*REQUIRED WORK:*
When you reach the line that contains "for py in range(ny" in the data below, start reproducing lines exactly, and stop after the line that contains "rng = np.random.default_rng(seed)".

*GIVEN DATA:*

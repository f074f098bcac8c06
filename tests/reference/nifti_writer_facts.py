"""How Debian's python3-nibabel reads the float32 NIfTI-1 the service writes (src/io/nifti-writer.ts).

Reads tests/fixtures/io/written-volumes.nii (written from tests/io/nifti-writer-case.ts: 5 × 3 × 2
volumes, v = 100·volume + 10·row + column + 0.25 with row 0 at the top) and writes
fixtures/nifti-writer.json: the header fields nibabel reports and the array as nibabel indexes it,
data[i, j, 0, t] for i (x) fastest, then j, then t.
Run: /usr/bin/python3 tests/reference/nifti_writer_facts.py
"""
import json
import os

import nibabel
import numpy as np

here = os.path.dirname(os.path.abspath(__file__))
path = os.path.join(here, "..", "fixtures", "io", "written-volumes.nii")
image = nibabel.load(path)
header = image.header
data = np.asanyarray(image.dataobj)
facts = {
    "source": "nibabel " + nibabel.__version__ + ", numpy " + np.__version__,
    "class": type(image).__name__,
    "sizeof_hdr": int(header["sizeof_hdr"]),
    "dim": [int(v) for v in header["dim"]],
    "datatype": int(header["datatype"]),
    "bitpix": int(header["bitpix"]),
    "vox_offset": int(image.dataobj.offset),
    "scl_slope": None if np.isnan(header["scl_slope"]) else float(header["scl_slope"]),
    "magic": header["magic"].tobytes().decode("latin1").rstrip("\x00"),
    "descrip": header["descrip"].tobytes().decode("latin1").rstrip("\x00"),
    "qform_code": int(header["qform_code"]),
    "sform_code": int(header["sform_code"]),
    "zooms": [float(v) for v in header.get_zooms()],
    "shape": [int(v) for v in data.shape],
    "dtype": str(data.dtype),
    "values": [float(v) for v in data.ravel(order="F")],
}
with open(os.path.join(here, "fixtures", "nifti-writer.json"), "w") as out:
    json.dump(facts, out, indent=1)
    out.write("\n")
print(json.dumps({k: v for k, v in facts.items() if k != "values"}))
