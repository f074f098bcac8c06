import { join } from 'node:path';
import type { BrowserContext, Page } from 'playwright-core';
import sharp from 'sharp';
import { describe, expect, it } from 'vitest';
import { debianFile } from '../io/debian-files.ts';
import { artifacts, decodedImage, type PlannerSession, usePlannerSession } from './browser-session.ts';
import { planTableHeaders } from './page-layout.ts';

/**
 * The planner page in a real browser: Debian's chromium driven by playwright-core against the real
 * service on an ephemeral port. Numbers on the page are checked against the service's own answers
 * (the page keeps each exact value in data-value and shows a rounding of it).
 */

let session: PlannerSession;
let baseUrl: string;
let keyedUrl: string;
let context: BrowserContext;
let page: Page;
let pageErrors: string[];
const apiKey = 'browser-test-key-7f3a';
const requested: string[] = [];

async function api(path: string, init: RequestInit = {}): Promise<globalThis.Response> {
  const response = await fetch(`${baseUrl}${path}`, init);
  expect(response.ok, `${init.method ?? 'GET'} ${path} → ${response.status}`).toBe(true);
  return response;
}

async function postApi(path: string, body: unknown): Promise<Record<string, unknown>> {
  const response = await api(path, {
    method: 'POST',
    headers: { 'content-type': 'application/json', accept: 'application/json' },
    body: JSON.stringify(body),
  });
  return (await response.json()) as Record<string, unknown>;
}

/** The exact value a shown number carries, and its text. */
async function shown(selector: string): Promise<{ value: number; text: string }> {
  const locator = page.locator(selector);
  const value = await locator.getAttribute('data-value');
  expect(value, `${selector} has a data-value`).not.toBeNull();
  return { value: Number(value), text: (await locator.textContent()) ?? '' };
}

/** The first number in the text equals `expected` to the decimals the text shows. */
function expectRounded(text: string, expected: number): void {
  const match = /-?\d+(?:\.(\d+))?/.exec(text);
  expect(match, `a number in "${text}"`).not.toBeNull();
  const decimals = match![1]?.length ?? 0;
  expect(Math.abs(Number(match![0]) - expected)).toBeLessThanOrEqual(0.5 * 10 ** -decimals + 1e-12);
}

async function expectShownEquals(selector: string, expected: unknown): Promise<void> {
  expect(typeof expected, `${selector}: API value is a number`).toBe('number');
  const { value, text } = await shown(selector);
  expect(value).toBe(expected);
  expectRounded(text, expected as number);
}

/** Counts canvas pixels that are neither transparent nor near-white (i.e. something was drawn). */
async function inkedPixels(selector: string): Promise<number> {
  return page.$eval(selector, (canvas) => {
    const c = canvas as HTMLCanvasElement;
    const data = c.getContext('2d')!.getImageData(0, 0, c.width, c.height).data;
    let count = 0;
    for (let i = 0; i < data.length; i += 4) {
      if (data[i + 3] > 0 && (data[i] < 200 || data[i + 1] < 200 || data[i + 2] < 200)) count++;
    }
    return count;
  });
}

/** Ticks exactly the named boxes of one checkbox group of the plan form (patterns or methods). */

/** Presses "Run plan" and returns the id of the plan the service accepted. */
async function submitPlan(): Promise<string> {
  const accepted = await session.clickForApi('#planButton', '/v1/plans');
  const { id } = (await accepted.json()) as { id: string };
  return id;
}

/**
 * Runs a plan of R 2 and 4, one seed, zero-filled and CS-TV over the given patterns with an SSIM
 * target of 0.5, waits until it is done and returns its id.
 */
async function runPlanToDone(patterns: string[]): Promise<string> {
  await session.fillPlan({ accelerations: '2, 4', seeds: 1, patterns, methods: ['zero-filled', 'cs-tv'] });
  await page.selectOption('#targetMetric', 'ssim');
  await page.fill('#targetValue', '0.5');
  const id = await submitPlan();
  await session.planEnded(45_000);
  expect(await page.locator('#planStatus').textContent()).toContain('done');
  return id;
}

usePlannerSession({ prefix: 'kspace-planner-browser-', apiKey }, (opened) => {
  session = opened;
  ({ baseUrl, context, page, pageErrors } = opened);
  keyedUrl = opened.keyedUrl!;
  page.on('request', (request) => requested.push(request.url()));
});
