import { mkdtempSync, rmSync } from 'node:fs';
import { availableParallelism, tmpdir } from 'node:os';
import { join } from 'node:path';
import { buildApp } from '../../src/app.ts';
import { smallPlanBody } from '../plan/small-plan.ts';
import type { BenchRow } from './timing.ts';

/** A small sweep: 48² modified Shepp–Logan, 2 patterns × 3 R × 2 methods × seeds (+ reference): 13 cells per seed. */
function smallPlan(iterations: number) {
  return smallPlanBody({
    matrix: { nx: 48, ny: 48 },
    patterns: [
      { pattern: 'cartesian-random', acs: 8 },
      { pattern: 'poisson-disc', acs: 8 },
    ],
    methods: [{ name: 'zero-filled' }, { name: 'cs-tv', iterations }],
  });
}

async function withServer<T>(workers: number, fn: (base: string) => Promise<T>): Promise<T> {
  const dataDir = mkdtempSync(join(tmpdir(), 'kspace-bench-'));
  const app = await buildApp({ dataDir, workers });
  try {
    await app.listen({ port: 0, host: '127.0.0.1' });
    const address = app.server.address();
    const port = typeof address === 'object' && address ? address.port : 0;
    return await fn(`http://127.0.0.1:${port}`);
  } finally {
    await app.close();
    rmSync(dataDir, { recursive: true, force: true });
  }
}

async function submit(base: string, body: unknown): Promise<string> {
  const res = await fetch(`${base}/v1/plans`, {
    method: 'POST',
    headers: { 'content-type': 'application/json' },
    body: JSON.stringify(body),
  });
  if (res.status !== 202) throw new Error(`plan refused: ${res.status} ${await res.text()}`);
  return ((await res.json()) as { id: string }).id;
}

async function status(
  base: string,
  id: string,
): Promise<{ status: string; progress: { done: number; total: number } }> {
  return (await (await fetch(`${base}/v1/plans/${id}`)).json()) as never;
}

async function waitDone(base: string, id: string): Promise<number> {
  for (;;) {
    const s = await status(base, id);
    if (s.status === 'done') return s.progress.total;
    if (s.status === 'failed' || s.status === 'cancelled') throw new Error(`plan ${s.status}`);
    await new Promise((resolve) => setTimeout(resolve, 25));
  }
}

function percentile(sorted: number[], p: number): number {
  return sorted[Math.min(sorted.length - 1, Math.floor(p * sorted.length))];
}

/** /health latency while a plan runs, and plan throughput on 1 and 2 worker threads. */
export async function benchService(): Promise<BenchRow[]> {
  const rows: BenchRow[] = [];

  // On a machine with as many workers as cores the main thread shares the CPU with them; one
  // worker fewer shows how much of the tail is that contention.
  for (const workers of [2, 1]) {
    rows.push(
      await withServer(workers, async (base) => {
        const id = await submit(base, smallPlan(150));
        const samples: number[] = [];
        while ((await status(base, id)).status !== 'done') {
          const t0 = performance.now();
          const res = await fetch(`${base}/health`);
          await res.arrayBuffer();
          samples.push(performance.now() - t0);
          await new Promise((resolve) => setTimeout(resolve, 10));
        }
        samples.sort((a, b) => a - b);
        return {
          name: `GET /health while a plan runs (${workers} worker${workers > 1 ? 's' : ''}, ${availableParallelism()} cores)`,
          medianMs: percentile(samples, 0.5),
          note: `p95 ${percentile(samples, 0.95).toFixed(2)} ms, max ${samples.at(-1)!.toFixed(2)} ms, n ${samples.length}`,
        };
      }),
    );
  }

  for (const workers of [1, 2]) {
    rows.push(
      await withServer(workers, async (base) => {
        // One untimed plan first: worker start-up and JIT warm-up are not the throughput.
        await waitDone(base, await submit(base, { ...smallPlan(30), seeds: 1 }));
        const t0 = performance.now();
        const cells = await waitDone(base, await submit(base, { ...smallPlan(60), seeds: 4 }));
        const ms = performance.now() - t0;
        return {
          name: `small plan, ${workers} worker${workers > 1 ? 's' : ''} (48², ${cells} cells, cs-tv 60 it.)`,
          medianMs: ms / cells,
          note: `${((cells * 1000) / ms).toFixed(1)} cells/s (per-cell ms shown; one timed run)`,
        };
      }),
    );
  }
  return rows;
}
==
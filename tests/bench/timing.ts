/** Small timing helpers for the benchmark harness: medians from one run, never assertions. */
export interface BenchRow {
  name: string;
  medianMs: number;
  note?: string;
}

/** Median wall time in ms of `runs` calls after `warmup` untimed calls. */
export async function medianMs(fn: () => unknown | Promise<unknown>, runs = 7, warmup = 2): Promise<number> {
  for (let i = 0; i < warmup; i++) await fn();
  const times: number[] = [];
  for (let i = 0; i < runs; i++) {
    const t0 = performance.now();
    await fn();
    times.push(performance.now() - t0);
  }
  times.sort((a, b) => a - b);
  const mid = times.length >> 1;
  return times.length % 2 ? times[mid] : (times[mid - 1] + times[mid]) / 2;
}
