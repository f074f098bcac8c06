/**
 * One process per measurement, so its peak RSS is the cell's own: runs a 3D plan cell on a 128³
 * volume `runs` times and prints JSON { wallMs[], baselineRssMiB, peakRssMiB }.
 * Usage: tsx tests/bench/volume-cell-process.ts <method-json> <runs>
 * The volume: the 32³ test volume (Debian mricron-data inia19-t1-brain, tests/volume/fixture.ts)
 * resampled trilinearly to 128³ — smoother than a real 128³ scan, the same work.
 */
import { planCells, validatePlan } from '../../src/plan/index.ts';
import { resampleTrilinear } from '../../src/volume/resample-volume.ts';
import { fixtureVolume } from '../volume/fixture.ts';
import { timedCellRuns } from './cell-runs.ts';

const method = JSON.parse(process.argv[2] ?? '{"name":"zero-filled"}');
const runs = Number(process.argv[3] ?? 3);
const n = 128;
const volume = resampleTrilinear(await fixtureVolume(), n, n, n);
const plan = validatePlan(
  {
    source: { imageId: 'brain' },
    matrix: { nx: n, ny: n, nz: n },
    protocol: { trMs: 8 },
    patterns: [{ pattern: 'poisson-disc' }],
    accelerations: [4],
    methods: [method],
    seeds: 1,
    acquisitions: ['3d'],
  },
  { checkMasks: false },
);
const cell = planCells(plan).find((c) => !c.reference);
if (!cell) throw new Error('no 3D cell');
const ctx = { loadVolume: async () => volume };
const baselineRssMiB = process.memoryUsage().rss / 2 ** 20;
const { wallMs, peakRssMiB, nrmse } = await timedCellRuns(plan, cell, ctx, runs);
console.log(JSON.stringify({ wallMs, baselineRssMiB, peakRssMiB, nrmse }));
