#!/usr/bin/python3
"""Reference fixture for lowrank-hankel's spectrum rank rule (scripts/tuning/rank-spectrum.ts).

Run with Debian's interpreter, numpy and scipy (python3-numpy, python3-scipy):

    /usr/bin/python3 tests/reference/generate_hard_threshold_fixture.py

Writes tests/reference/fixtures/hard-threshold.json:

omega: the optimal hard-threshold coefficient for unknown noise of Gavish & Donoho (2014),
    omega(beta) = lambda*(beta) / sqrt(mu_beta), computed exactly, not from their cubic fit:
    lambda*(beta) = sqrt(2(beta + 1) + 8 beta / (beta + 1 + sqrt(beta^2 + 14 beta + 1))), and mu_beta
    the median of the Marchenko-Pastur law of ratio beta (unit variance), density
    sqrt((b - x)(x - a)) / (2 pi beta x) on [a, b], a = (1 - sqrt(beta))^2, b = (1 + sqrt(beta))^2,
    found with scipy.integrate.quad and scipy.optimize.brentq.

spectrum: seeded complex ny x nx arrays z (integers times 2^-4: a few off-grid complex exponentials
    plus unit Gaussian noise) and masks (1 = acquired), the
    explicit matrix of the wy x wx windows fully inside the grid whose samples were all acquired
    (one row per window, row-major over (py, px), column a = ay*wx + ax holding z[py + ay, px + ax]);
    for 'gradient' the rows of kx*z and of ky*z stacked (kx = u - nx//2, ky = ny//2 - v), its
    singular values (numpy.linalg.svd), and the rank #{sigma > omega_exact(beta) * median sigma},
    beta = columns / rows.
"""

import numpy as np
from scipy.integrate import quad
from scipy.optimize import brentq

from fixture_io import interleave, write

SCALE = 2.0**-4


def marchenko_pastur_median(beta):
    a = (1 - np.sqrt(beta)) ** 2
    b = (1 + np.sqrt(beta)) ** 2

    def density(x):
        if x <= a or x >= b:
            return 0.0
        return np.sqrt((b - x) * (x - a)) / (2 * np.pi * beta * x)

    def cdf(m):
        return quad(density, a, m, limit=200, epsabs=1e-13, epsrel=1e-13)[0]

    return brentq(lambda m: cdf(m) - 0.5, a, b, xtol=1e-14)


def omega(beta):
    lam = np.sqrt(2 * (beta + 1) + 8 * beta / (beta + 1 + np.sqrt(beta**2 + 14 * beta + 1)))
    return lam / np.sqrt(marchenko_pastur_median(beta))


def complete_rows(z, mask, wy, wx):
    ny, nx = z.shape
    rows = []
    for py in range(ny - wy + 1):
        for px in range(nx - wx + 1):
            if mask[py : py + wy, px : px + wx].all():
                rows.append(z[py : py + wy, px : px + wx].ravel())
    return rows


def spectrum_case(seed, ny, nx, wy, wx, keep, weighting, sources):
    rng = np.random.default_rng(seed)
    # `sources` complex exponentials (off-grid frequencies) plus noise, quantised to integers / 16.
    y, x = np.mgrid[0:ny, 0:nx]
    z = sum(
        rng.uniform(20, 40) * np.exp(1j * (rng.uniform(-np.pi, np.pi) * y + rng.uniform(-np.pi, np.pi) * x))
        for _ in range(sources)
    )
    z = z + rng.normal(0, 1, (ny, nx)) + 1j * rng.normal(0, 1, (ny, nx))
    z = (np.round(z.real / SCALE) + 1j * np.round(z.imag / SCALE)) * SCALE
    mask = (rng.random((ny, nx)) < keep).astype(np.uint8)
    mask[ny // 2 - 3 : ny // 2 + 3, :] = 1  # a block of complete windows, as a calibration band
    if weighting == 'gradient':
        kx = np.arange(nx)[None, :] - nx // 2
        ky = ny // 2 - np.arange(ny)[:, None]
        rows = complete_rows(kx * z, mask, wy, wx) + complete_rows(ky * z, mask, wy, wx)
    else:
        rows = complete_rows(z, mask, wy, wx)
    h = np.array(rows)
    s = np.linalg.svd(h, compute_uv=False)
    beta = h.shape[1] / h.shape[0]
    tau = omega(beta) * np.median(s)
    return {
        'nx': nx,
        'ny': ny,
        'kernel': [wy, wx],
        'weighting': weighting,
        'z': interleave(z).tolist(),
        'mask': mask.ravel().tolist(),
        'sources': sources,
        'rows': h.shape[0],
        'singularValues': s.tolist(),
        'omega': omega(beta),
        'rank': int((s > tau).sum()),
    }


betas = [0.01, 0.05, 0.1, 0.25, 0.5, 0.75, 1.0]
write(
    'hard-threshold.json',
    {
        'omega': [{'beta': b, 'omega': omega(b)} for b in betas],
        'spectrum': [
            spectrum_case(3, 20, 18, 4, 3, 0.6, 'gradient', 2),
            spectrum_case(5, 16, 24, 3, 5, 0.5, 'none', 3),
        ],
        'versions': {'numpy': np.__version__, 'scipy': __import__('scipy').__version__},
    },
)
--
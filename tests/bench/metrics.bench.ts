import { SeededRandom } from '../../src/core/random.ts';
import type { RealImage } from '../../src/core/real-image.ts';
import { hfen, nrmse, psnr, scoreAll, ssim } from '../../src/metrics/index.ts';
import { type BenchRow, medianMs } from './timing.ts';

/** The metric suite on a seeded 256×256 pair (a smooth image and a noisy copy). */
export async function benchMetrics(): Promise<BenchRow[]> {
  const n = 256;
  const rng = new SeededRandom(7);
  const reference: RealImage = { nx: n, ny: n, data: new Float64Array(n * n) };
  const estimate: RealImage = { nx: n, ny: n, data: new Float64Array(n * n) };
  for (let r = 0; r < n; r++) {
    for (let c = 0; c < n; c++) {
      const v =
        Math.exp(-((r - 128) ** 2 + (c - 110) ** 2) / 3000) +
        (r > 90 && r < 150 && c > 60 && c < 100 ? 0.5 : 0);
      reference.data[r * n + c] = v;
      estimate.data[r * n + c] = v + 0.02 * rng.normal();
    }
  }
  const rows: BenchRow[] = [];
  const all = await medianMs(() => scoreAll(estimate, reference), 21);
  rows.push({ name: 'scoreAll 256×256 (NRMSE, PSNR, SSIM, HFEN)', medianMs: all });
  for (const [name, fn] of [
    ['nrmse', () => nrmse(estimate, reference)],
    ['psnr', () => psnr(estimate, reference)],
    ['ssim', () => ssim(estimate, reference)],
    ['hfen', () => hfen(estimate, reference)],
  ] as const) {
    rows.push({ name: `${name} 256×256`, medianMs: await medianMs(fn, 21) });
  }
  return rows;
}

*SOLUTION FOR THIS EXERCISE:*
    for py in range(ny - wy + 1):
        for px in range(nx - wx + 1):
            if mask[py : py + wy, px : px + wx].all():
                rows.append(z[py : py + wy, px : px + wx].ravel())
    return rows


def spectrum_case(seed, ny, nx, wy, wx, keep, weighting, sources):
    rng = np.random.default_rng(seed)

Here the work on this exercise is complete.